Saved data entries
----------

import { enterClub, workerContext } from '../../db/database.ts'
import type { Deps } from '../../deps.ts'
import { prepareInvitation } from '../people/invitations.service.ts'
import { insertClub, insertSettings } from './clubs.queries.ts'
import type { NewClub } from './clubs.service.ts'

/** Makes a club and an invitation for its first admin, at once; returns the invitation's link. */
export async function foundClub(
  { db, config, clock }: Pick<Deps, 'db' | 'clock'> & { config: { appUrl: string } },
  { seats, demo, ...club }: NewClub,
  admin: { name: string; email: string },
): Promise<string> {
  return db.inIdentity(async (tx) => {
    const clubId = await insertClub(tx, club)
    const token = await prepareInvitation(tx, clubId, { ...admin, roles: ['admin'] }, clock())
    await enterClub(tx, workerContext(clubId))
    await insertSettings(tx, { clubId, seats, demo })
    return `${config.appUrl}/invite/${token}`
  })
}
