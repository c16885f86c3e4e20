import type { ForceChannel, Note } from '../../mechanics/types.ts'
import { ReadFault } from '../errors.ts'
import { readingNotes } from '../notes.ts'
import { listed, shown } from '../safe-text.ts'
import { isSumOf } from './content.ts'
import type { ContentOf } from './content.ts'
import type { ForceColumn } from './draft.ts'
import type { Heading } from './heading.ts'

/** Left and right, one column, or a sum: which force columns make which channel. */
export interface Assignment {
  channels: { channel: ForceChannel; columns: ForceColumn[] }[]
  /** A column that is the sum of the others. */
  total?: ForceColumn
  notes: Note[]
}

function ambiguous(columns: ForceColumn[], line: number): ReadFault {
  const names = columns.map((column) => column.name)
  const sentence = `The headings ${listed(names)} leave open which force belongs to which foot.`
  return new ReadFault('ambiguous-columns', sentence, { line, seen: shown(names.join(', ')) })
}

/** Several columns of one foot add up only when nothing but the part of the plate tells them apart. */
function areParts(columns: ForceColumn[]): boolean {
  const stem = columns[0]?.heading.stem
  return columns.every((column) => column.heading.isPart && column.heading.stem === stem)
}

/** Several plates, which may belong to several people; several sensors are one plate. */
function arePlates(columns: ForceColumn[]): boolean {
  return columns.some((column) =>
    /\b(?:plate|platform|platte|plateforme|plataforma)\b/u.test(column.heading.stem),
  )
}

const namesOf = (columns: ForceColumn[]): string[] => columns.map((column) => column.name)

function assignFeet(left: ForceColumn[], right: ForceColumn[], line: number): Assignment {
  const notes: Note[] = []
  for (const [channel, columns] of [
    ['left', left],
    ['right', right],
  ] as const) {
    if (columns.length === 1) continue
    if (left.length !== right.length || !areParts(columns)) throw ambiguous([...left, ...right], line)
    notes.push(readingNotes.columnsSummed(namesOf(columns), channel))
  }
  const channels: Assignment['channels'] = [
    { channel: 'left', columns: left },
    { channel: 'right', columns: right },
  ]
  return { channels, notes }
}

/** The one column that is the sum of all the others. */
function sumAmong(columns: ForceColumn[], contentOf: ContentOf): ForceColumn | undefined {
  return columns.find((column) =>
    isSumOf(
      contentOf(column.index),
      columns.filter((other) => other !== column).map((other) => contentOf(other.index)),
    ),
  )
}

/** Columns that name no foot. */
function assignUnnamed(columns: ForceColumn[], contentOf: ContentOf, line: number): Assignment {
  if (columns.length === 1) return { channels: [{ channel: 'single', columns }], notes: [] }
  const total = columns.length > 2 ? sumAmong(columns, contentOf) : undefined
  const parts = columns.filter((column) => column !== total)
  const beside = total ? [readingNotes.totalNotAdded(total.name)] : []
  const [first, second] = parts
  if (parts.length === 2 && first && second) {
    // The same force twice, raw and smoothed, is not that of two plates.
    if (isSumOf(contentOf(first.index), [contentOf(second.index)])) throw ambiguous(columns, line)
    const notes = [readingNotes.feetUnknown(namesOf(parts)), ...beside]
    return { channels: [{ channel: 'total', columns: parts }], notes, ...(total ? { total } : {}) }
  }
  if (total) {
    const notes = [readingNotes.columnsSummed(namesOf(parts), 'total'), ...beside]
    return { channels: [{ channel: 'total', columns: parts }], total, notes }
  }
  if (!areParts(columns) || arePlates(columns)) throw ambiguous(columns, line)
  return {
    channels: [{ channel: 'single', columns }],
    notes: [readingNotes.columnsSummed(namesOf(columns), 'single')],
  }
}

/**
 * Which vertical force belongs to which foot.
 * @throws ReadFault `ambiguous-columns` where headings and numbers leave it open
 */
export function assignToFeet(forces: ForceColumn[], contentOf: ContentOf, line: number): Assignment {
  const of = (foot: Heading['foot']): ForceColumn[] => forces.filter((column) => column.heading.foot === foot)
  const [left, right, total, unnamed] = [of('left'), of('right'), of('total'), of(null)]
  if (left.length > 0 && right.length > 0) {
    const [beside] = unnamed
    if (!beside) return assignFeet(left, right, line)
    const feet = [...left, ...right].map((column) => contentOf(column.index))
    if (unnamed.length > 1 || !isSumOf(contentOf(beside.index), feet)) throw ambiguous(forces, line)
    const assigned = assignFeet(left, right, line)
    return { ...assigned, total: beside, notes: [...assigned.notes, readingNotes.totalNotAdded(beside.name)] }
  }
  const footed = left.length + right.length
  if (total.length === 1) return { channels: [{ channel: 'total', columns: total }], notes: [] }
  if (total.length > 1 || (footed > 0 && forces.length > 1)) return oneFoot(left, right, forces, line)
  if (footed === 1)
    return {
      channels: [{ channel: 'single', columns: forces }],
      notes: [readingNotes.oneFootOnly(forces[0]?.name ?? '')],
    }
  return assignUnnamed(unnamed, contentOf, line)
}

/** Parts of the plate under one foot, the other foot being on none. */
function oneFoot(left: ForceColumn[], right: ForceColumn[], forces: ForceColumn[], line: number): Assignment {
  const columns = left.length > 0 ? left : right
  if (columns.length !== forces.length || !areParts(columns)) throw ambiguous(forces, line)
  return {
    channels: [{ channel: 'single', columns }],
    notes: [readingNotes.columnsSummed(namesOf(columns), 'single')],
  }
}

----------

# Activity
In the entries above, find each line with the word "assignFeet" and return it.

# Written response
function assignFeet(left: ForceColumn[], right: ForceColumn[], line: number): Assignment {
    if (!beside) return assignFeet(left, right, line)
    const assigned = assignFeet(left, right, line)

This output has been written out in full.